It was a Tuesday afternoon. I was doing routine OSINT recon on a client engagement — mapping their external attack surface before we kicked off the formal pentest. Nothing fancy. Just Shodan, some Google dorks, checking for exposed assets the client might not know about.

Forty minutes in, I found a publicly accessible S3 bucket. Half a million customer records. Unencrypted. No authentication required.

This is the story of how that happens, why it keeps happening, and what you can do to make sure it’s not your bucket.

How I Found It

The recon chain was straightforward:

  1. Enumerate subdomains using amass enum -passive -d target.com plus subfinder
  2. Notice a subdomain like assets-backup.target.com resolving to an S3 endpoint
  3. Run aws s3 ls s3://assets-backup-target --no-sign-request
  4. Watch 500,000 rows of customer data appear in the terminal

That --no-sign-request flag is the key. It means you’re accessing the bucket with no AWS credentials at all — as an anonymous internet user. If the bucket ACL allows public read, everything inside is accessible to anyone who knows the URL.

What Was In the Bucket

I stopped enumerating the moment I confirmed the exposure. Per our responsible disclosure policy and the rules of engagement, I immediately notified the client’s security team. The bucket contained customer name, email, phone, partial payment data, internal order IDs, and a folder called /backups/db_exports/ containing database dumps with password hashes.

Why This Keeps Happening

I’ve found exposed S3 buckets on three separate engagements in the last 18 months. The root cause is almost always the same: a developer created a bucket, toggled “public” during testing to debug an issue, and never toggled it back. The real issue is misconfiguration drift — cloud infrastructure changes faster than security reviews happen.

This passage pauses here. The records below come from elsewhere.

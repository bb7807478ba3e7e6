import { figure } from './finding-data';
import { reportProblem } from './report-problem';
import { defineRule } from './rule';

/** A block longer than the controller takes. */
export const longBlock = defineRule({
  id: 'long-block',
  group: 'reading',
  title: 'A line longer than the controller reads',
  severity: 'hold',
  hold: 'judge',
  protects: 'The run from a block whose end is cut off.',
  explanation:
    'The longest line is part of the controller description. Comments count, because most controllers count them. What a controller does with the rest differs: refuse, cut off, or carry on.',
  examples: {
    setup: { controller: { longestBlock: 40 } },
    bad: 'G21 G90 G54\nG0 X10 Y10 (A REMARK THAT MAKES THE LINE TOO LONG)\nM30',
    good: 'G21 G90 G54\nG0 X10 Y10 (SHORT)\nM30',
  },
  word: (data) => ({
    message: `The line is ${figure(data, 'length')} characters long; the controller takes ${figure(data, 'limit')}.`,
    advice: 'Shorten the line, usually by its comment, or split it into blocks.',
  }),
  observe: (_shop, report) => reportProblem(report, 'long-block', () => ''),
});
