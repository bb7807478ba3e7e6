import { figure, text } from './finding-data';
import { reportProblem } from './report-problem';
import { defineRule } from './rule';

/** A word whose value its letter does not allow. */
export const outOfRangeWord = defineRule({
  id: 'out-of-range-word',
  group: 'reading',
  title: 'A value outside what its letter allows',
  severity: 'stop',
  protects: 'The run from an alarm, or from a controller that rounds the value to something else.',
  explanation:
    'F and S may not be negative; T, H, D and counts are whole numbers, within 0.0001 (NISTIR 6556, 3.2.2.1); a G code has at most one decimal, an M code none. A value that is worked out has to come out as a number: nothing is divided by zero, no root taken of a negative number (3.2.2.3, 3.2.2.4).',
  examples: { bad: 'G21 G90 G54\nT1.5 M6\nM30', good: 'G21 G90 G54\nT1 M6\nM30' },
  word: (data) => {
    const what = text(data, 'what') || text(data, 'letter');
    const value = figure(data, 'value');
    const plain = what.length > 1 ? what : `${what}${Number.isNaN(value) ? '' : value}`;
    const written = plain.startsWith('#') ? `“${plain}”` : plain;
    switch (text(data, 'needs')) {
      case 'division':
        return {
          message: `${written} divides by zero.`,
          advice: 'Correct the value, or the parameters it is worked out from.',
        };
      case 'power':
        return {
          message: `${written} raises a negative number to a fraction.`,
          advice: 'Correct the value, or the parameters it is worked out from.',
        };
      case 'domain':
        return {
          message: `${written} asks ${text(data, 'letter')} of a value it does not take.`,
          advice: 'Correct the value, or the parameters it is worked out from.',
        };
      case 'too-large':
        return {
          message: `${written} comes out larger than any controller counts.`,
          advice: 'Correct the value, or the parameters it is worked out from.',
        };
      case 'not-whole':
        return {
          message: `${written} names the parameter ${text(data, 'letter')}, and a parameter has a whole number.`,
          advice: 'Write the number of the parameter that is meant.',
        };
      case 'parameter-number':
        return {
          message: `${written} names the parameter ${text(data, 'letter')}, which this controller does not have.`,
          advice: 'Write the number of the parameter that is meant.',
        };
      case 'never-set':
        return {
          message: `${written} reads ${text(data, 'letter')}, which nothing has set before.`,
          advice: 'Set it first, or state its starting value in the controller description.',
        };
      case 'read-only':
        return {
          message: `${written} sets #0, which is always empty.`,
          advice: 'Set another variable.',
        };
      case 'not-negative':
        return {
          message: `${written} is negative; ${text(data, 'letter')} has to be zero or more.`,
          advice: 'Write the value that is meant, without the minus sign.',
        };
      case 'whole':
        return {
          message: `${written} is not a whole number; ${text(data, 'letter')} has to be one.`,
          advice: 'Write the whole number that is meant.',
        };
      case 'code':
        return {
          message: `${written} is no code: ${text(data, 'letter') === 'G' ? 'a G code has at most one decimal' : 'an M code is a whole number'} and neither is negative.`,
          advice: 'Write the code that is meant.',
        };
      case 'positive':
        return {
          message: `${written} has to be more than zero.`,
          advice: 'Write the value that is meant.',
        };
      case 'in-table':
        return {
          message: `${written} names an offset that the table does not hold.`,
          advice: 'Enter the offset, or write the number that is meant.',
        };
      case 'own-diameter':
        return {
          message: `${written} takes D${figure(data, 'value')}, a diameter offset which the table does not hold.`,
          advice: 'Enter the offset, or write the D number that is meant.',
        };
      case 'fewer':
        return {
          message: `${written} asks for more turns than any arc makes.`,
          advice: 'Write how often the arc is to go round.',
        };
      case 'pocket':
        return {
          message: `${written} names a pocket that the rack does not have.`,
          advice: 'Write the number of a pocket of this rack.',
        };
      case 'tool':
        return {
          message: 'This controller refuses T0; it does not put a tool away by it.',
          advice: 'Take the T0 change out, or put the tool away as this controller does.',
        };
      case 'offset-number':
        return {
          message: `${written} names no work offset of this controller.`,
          advice: 'Write the number of the work offset that is meant.',
        };
      default:
        return {
          message: `${written} is outside what ${text(data, 'letter')} allows here.`,
          advice: 'Write a value that the code allows.',
        };
    }
  },
  observe: (_shop, report) => reportProblem(report, 'out-of-range-word'),
});
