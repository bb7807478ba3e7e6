import { evaluate, isFailure } from '../expressions/evaluate';
import type { Expression } from '../expressions/expression';
import { isBounds, type Bounds, type Value } from '../expressions/value';
import type { Locals } from '../flow/call-stack';
import { labelKey, type Link } from '../flow/pair-shapes';
import type { Flow, Label, LabelledFlow } from '../statements/statement';
import type { Words } from './events';
import type { Follower } from './follower';
import { tellProblem, type Run } from './run';
import { wholeNumber } from './whole-number';
import { carryOutSettingsOf, workOutValue } from './work-out';

type Range = Pick<Flow, 'from' | 'to'>;

/** Carries out a line that says which block comes next. What it cannot work out is a fault of the line. */
export function steer(run: Run, follower: Follower, flow: Flow): void {
  if (flow.kind === 'goto') return goto(run, follower, flow);
  if (flow.kind === 'then') {
    if (holds(run, follower, flow.condition, flow)) carryOutSettingsOf(run, flow.settings);
    return;
  }
  if (flow.kind === 'labelled' && flow.keyword === 'call') return call(run, follower, flow);
  const link = follower.frame.program.shapes.links.get(follower.line);
  // A part without its other parts has been told with the text's shape, and steers nothing.
  if (!link) return;
  if (flow.kind === 'while') takeWhile(run, follower, flow.condition, flow);
  else if (flow.kind === 'end') loopAgain(follower, link);
  else takeLabelled(run, follower, flow, link);
}

/** Whether a condition is decided, and how; undefined when it is not, or cannot be worked out at all. */
export function decided(run: Run, condition: Expression): boolean | undefined {
  const worth = evaluate(condition, run.parameters, run.grammar);
  return isFailure(worth) ? undefined : truth(worth);
}

/** Null is nought, and nought does not hold; bounds that leave nought out do. */
function truth(value: Value): boolean | undefined {
  if (value === null) return false;
  if (!isBounds(value)) return value !== 0;
  return value.least > 0 || value.greatest < 0 ? true : undefined;
}

function takeLabelled(run: Run, follower: Follower, flow: LabelledFlow & Range, link: Link): void {
  const { frame, line } = follower;
  switch (link.kind) {
    case 'if':
      return branch(run, follower, flow, link.next);
    case 'elseif':
      if (frame.seeksBranch) return branch(run, follower, flow, link.next);
      frame.line = link.end + 1;
      return;
    case 'else':
      if (!frame.seeksBranch) frame.line = link.end + 1;
      frame.seeksBranch = false;
      return;
    case 'endif':
      frame.seeksBranch = false;
      return;
    case 'while':
      return takeWhile(run, follower, flow.values[0], flow);
    case 'do':
      follower.turn(line);
      return;
    case 'repeat':
      return takeRepeat(run, follower, flow, link.end);
    case 'again':
      if (holdsAgain(run, follower, flow.values[0]!, flow)) frame.line = link.begin;
      else follower.leaveLoop(link.begin);
      return;
    case 'endloop':
      return loopAgain(follower, link);
    case 'break':
      follower.leaveLoop(link.loop.begin);
      frame.line = link.loop.end + 1;
      return;
    case 'continue':
      frame.line = link.loop.end;
      return;
    case 'sub':
      frame.line = link.end + 1;
      return;
    case 'endsub':
    case 'return':
      return giveBack(run, follower, flow);
  }
}

function branch(run: Run, follower: Follower, flow: LabelledFlow & Range, next: number): void {
  const { frame } = follower;
  frame.seeksBranch = !holds(run, follower, flow.values[0]!, flow);
  if (frame.seeksBranch) frame.line = next;
}

function takeWhile(
  run: Run,
  follower: Follower,
  condition: Expression | undefined,
  range: Range,
): void {
  const { frame, line } = follower;
  if (!condition || holdsAgain(run, follower, condition, range)) follower.turn(line);
  else {
    const link = frame.program.shapes.links.get(line);
    follower.leaveLoop(line);
    if (link && 'end' in link) frame.line = link.end + 1;
  }
}

function loopAgain({ frame }: Follower, link: Link): void {
  if ('begin' in link) frame.line = link.begin;
}

/** The count is worked out once, as the loop begins. */
function takeRepeat(run: Run, follower: Follower, flow: LabelledFlow & Range, end: number): void {
  const { frame, line } = follower;
  const turning = follower.turningAt(line);
  const left = turning ? turning.left - 1 : countOf(run, flow);
  if (left <= 0) {
    follower.leaveLoop(line);
    frame.line = end + 1;
    return;
  }
  follower.turn(line, left);
}

/** How often a repeat turns; where that is not known it is told, and walked once. */
function countOf(run: Run, flow: LabelledFlow & Range): number {
  const value = workOutValue(run, flow.values[0]!, flow);
  if (value === undefined) return 0;
  if (!isBounds(value)) return Math.round(value ?? 0);
  tellDepends(run, flow, value.of);
  return 1;
}

function goto(run: Run, follower: Follower, flow: Extract<Flow, { kind: 'goto' }>): void {
  const value = workOutValue(run, flow.target, flow);
  if (value === undefined) return;
  if (isBounds(value)) return tellDepends(run, flow, value.of);
  const { frame, line } = follower;
  const number = wholeNumber(value ?? 0);
  const to = number >= 0 ? frame.program.findNumber(number, line) : undefined;
  const isBackward = to !== undefined && to <= line;
  if (flow.condition) {
    const isTaken = isBackward ? holdsAgain : holds;
    if (!isTaken(run, follower, flow.condition, flow)) return;
  }
  const bytes = [flow.from, flow.to] as const;
  if (to === undefined)
    tellProblem(run, 'subprogram-missing', { bytes }, { reason: 'jump', what: `N${value ?? 0}` });
  else if (frame.program.entersLoop(line, to))
    tellProblem(run, 'unreadable-block', { bytes }, { reason: 'into-loop', what: `N${number}` });
  else follower.jump(to, isBackward);
}

function call(run: Run, follower: Follower, flow: LabelledFlow & Range): void {
  const key = keyOf(run, flow.label, flow);
  if (key === undefined) return;
  const given: Value[] = [];
  for (const value of flow.values) {
    const worth = workOutValue(run, value, flow);
    if (worth === undefined) return;
    given.push(worth);
  }
  callKey(run, follower, key, { bytes: [flow.from, flow.to] }, 1, { kind: 'subroutine', given });
}

/** Calls what stands under a label, or tells that nothing does. */
export function callKey(
  run: Run,
  follower: Follower,
  key: string,
  words: Words,
  times: number,
  locals: Locals,
): void {
  const found = follower.findCallee(key, locals.kind === 'subroutine' ? 'sub' : 'program');
  if (!found) {
    const what = key.startsWith('<') ? `o${key}` : `O${key}`;
    return tellProblem(run, 'subprogram-missing', words, { reason: 'call', what });
  }
  if (locals.kind === 'subroutine' && follower.isBehind(found))
    tellProblem(run, 'subprogram-missing', words, { reason: 'behind', what: `o${key}` });
  follower.call({ ...found, key, times, locals }, words);
}

function keyOf(run: Run, label: Label, range: Range): string | undefined {
  const written = labelKey(label);
  if (written !== undefined || 'name' in label) return written;
  const value = workOutValue(run, label.number, range);
  if (value === undefined) return undefined;
  if (!isBounds(value)) return String(wholeNumber(value ?? 0));
  tellDepends(run, range, value.of);
  return undefined;
}

/** Named parameters through which a subroutine hands a value back (common practice, no source). */
const RETURNED = '_value';
const HAS_RETURNED = '_value_returned';

function giveBack(run: Run, follower: Follower, flow: LabelledFlow & Range): void {
  const [written] = flow.values;
  const value = written && workOutValue(run, written, flow);
  follower.return();
  run.parameters.set(HAS_RETURNED, value === undefined ? 0 : 1);
  if (value !== undefined) run.parameters.set(RETURNED, value);
}

/** Whether a condition holds; one that is not decided goes by what the walk takes for it. */
function holds(run: Run, follower: Follower, condition: Expression, range: Range): boolean {
  const value = workOutValue(run, condition, range);
  if (value === undefined) return false;
  return truth(value) ?? decide(run, follower, value, range, '');
}

/**
 * As holds, for what leads back: a loop that has come round to the same machine and parameters comes round for
 * ever, or is left now, so it is left.
 */
function holdsAgain(run: Run, follower: Follower, condition: Expression, range: Range): boolean {
  const value = workOutValue(run, condition, range);
  if (value === undefined) return false;
  return truth(value) ?? decide(run, follower, value, range, worldOf(run, follower));
}

function decide(run: Run, follower: Follower, value: Value, range: Range, world: string): boolean {
  const { least, greatest, of } = value as Bounds;
  const { decisions, frame, line } = follower;
  const about = `${frame.program.text.name}:${line}:${least}:${greatest}:${of}:${world}`;
  if (world !== '' && decisions.knows(about)) {
    decisions.asked++;
    return false;
  }
  return decisions.decide(about, () => ({
    place: run.machine.place({ bytes: [range.from, range.to] }),
    condition: conditionText(run, range),
  }));
}

/** All that a block can change, in one text. */
function worldOf({ machine, parameters }: Run, { frames }: Follower): string {
  const { x, y, z, a, unit, planeIndex, isAbsolute, motionCode, feed, speed, turning } = machine;
  const { workOffset, lengthOffset, compensation, held, selectedTool, coolant } = machine;
  return [
    ...[x, y, z, a, unit, planeIndex, isAbsolute, motionCode, feed, speed, turning, workOffset],
    ...[lengthOffset, compensation, held.known, held.number, selectedTool, coolant.mist],
    ...[coolant.flood, machine.baseX, machine.baseY, machine.baseZ, parameters.fingerprint],
    frames.length,
  ].join(' ');
}

/** The bracket behind a control word, as written. */
function conditionText({ block: { words } }: Run, { from, to }: Range): string {
  const text = words.text(words.start + from, words.start + to);
  const open = text.indexOf('[');
  let depth = 0;
  for (let at = open; 0 <= at && at < text.length; at++) {
    if (text[at] === '[') depth++;
    else if (text[at] === ']' && --depth === 0) return text.slice(open, at + 1);
  }
  return text;
}

function tellDepends(run: Run, { from, to }: Range, of: string): void {
  const { words } = run.block;
  const what = words.text(words.start + from, words.start + to);
  tellProblem(run, 'not-modelled', { bytes: [from, to] }, { what, reason: 'depends', of });
}
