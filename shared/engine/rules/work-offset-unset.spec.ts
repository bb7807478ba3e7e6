import { test } from 'vitest';
import { checkRule } from '../testing/check-rule';
import { workOffsetUnset } from './work-offset-unset';

test('flags the first move in an offset without a value, once', () => {
  checkRule(
    workOffsetUnset,
    { offsets: { work: { G54: undefined } } },
    `
G21 G90 G54
G0 X10
   ^^^ work-offset-unset: G54 has no value in the offset table; what depends on where the work lies is not judged.
G0 X20
M30
`,
  );
});

test('allows machine moves before it is set, and an offset with a value', () => {
  checkRule(
    workOffsetUnset,
    { offsets: { work: { G55: { x: 0, y: 0, z: -100 } } } },
    `
G21 G90 G53 G0 Z0
G55 G0 X10
M30
`,
  );
});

How to Find Your Own Exposed Buckets

Run this yourself:

for bucket in $(aws s3api list-buckets --query "Buckets[].Name" --output text); do
  acl=$(aws s3api get-bucket-acl --bucket $bucket 2>/dev/null)
  if echo "$acl" | grep -q "AllUsers"; then
    echo "PUBLIC: $bucket"
  fi
done

Also check: aws s3api get-bucket-policy-status --bucket BUCKETNAME. If IsPublic is true, you have a problem.

The Fix

Enable “Block Public Access” at the account level, rotate any credentials that may have been in those files, and notify affected customers. Set up AWS Security Hub with the CIS benchmark enabled — it will flag public buckets automatically. The bucket had been public for at least 14 months based on file timestamps. In that time, we have no way of knowing who else found it.